República Dominicana enfrenta una encrucijada histórica que exige replantear el papel de los actores sociales. Recientes declaraciones de la embajadora Leah Francis Campos han confirmado lo que diversos sectores sospechaban: el gobierno de Biden ejerció presión para mantener abierta la frontera con Haití, incluso en momentos de máxima tensión migratoria.
Esta revelación diplomática coincide con un creciente cuestionamiento hacia organizaciones que, bajo el paraguas de financiamiento internacional, han promovido agendas ajenas a los intereses nacionales.
El análisis de fondos recibidos por ONGs locales a través de USAID muestra un patrón preocupante: causas importadas, desconectadas de las prioridades dominicanas y con escasa transparencia sobre sus beneficiarios reales.

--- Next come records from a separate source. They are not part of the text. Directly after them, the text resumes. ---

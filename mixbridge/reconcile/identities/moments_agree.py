"""Identities 12, 13 and 14: where balance or a closed column space makes different routes one."""

from __future__ import annotations

from collections.abc import Iterable
from dataclasses import dataclass

import numpy as np
from numpy.typing import NDArray

from mixbridge.reconcile.identities.ends import SIZE, within_bounds
from mixbridge.reconcile.identities.plain import EPS, largest, least_squares
from mixbridge.reconcile.identities.registry import Compared, Unmet, identity
from mixbridge.reconcile.identities.restricted import scoring_step
from mixbridge.reconcile.identities.setting import Setting, components_ratio, multiple
from mixbridge.routes import Fit

__all__: list[str] = []

FloatArray = NDArray[np.float64]
QUARTET = ("swamy_arora", "wansbeek_kapteyn", "wallace_hussain", "fitting_constants")
WHAT = ("idiosyncratic variance", "unit variance")


@dataclass(frozen=True, slots=True)
class _Closed:
    """Components from the within and the between residual sum of squares, by plain least squares.

    Attributes
    ----------
    components, sizes : ndarray of shape (2,)
        ``(sigma_u^2, sigma_a^2)``; what their distance is measured by: sigma_u^2, and |sigma_a^2| plus what
        was subtracted for it.
    within, between : float
        Both sums of squares, squared units of the outcome.
    coefficient : float
        Coefficient of sigma_a^2 in the expectation of `between`.
    condition : float
        The larger of the conditions of QX and PX.
    stored : float
        Share of the sums of squares that rounding of the stored columns can make.
    carried : float
        Length of the within fit carried to the unit means, over that of what is left of them, twice.
    """

    components: FloatArray
    sizes: FloatArray
    within: float
    between: float
    coefficient: float
    condition: float
    stored: float
    carried: float


def _anova(setting: Setting, weighted: bool = True) -> _Closed | Unmet:
    """Compute components from plain regressions of deviations and of unit means (weighted by size or not)."""
    curve, plain = setting.curve, setting.plain
    df_w, df_b = curve.df_within, curve.units - curve.rank_between
    if df_w < 1 or df_b < 1:
        return Unmet(f"degrees of freedom within and between units: n - N - K_w = {df_w}, N - K_p = {df_b}")
    if not curve.within_residual > 0.0:
        return Unmet("positive within residual sum of squares: the within regression fits exactly")
    kept_w, kept_b = curve.within_span.kept, curve.between_span.kept
    inner = least_squares(plain.within[:, [*kept_w, plain.rank]])
    weights = plain.sizes if weighted else np.ones(len(plain.sizes))
    outer = plain.means(weights, kept_b)
    rows = plain.between[:, :, kept_b] @ outer.root
    spread = (rows**2).sum(axis=(1, 2))
    n, harmonic = float(curve.n), curve.units / float(plain.counts @ (1.0 / plain.sizes))
    coefficient = n - float(plain.sizes**2 @ spread) if weighted else df_b
    on_idiosyncratic = df_b if weighted else df_b / harmonic
    within, between = inner.residual * plain.unit**2, outer.residual * plain.unit**2
    first = within / df_w
    second = (between - on_idiosyncratic * first) / coefficient
    inner_slope, pooled = np.zeros(plain.rank), plain.at(0.0).slope
    inner_slope[kept_w] = inner.slope
    moved = setting.hidden_length(np.abs(pooled) + np.abs(inner_slope)) * plain.unit
    lengths = np.sqrt(plain.sizes @ (plain.between[:, :, :-1] ** 2).sum(axis=1))
    return _Closed(
        np.array([first, second]),
        np.array([first, abs(second) + on_idiosyncratic * first / coefficient]),
        within,
        between,
        float(coefficient),
        max(inner.condition, outer.condition),
        float(2.0 * moved * (within**-0.5 + between**-0.5)),
        float(2.0 * (np.abs(inner_slope) @ lengths) * plain.unit * between**-0.5),
    )


def _solved_rounding(setting: Setting, fit: Fit) -> FloatArray:
    """Return the rounding of solved components, per unit rounding: ``|C^-1| (|dC| theta + dq)``.

    dC: rounding of traces, relative to what projections are subtracted from (T-fold weights make it up to T times as
    large), amplified by n over the degrees of freedom. dq: twice the root of the form times the length of what the
    engine squares, the pooled residual.
    """
    curve, largest_size = setting.curve, float(setting.curve.sizes[-1])
    _, values, first, second = zip(*fit.forms_table, strict=True)
    system, q = np.column_stack([first, second]), np.abs(np.array(values))
    theta = np.abs([fit.idiosyncratic_variance, fit.unit_variance_raw])
    loss = curve.n / max(curve.df_within, 1) + curve.units / max(curve.units - curve.rank_constant, 1)
    prior = float(str(fit.conventions.get("prior", 0.0)))
    whole = np.array([float(curve.n), float(curve.counts @ (curve.sizes / (1.0 + curve.sizes * prior) ** 2))])
    row = np.maximum(np.maximum(np.abs(system[:, 0]), np.abs(system[:, 1]) / largest_size), whole) * loss
    traces = row[:, None] * np.array([1.0, largest_size])
    forms = 2.0 * np.sqrt(q * np.maximum(q, curve.unit * np.maximum(1.0, row / curve.n)))
    return np.asarray(np.abs(np.linalg.inv(system)) @ (traces @ theta + forms))


def _against(setting: Setting, closed: _Closed, routes: Iterable[str], condition: str, what: str) -> Compared:
    """Compare the components of several routes with those of the closed form."""
    found: list[tuple[float, Compared]] = []
    curve = setting.curve
    m, df_b = curve.n - curve.rank, curve.units - curve.rank_between
    own = closed.sizes * (
        1.0 + closed.between / closed.within + curve.n / curve.df_within + curve.units / df_b
    )
    for key in routes:
        fit = setting.fits[key]
        left = np.array([fit.idiosyncratic_variance, fit.unit_variance_raw])
        if fit.forms_table:
            ours = _solved_rounding(setting, fit)
        else:
            step = scoring_step(setting, max(components_ratio(fit), 0.0))
            ours = step.amplified * np.maximum(closed.sizes, step.errors) * (m / curve.df_within + m / df_b)
        reason = max(closed.condition, curve.condition)
        tolerance = (
            multiple(curve.rank) * reason * ((ours + own) / closed.sizes + closed.carried) + closed.stored
        )
        at, difference = largest(left, closed.components, closed.sizes, tolerance)
        outcome = Compared(
            condition,
            left[at],
            closed.components[at],
            f"{WHAT[at]}: {key}",
            f"{WHAT[at]}: {what}",
            difference[at],
            tolerance[at],
            f"64 (columns + 1) x 2.2e-16 x condition {reason:.3g} x rounding of forms and traces carried "
            "through the route's own equations, and of the within fit carried to unit means "
            f"{closed.carried:.3g}, plus {closed.stored:.1g} for the rounding of the stored columns; "
            "relative to the component (for the unit variance, plus what is subtracted for it)",
        )
        found.append((difference[at] / tolerance[at], outcome))
    return max(found, key=lambda pair: np.inf if np.isnan(pair[0]) else pair[0])[1]


def _unbiased(
    setting: Setting, keys: Iterable[str], between: tuple[str, ...] = ("size_weighted",)
) -> list[str]:
    """Return the fits among `keys` that solve exact expectations with ranks as degrees of freedom."""
    found = []
    for key in keys:
        fit = setting.fits.get(key)
        if fit is None or not np.isfinite(fit.idiosyncratic_variance):
            continue
        c = fit.conventions
        exact = c.get("expectation", "exact") == "exact" and c.get("count", "rank") == "rank"
        if exact and c.get("between", "size_weighted") in between:
            found.append(key)
    return found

Expertos consultados coinciden en que la crisis haitiana -cuyo impacto en seguridad nacional es innegable- ha acelerado esta necesaria reflexión.
Lo que está en juego no es la diversidad de pensamiento, sino la autonomía de las instituciones. Una sociedad civil madura debe fiscalizar el poder, no convertirse en instrumento de intereses foráneos. El desafío actual es construir un modelo antifrágil, arraigado en la identidad nacional y libre de condicionamientos externos.
Esta transformación requiere tanto del rigor estatal como de la responsabilidad ciudadana para discernir entre el activismo genuino y las operaciones de lobby disfrazadas de progresismo.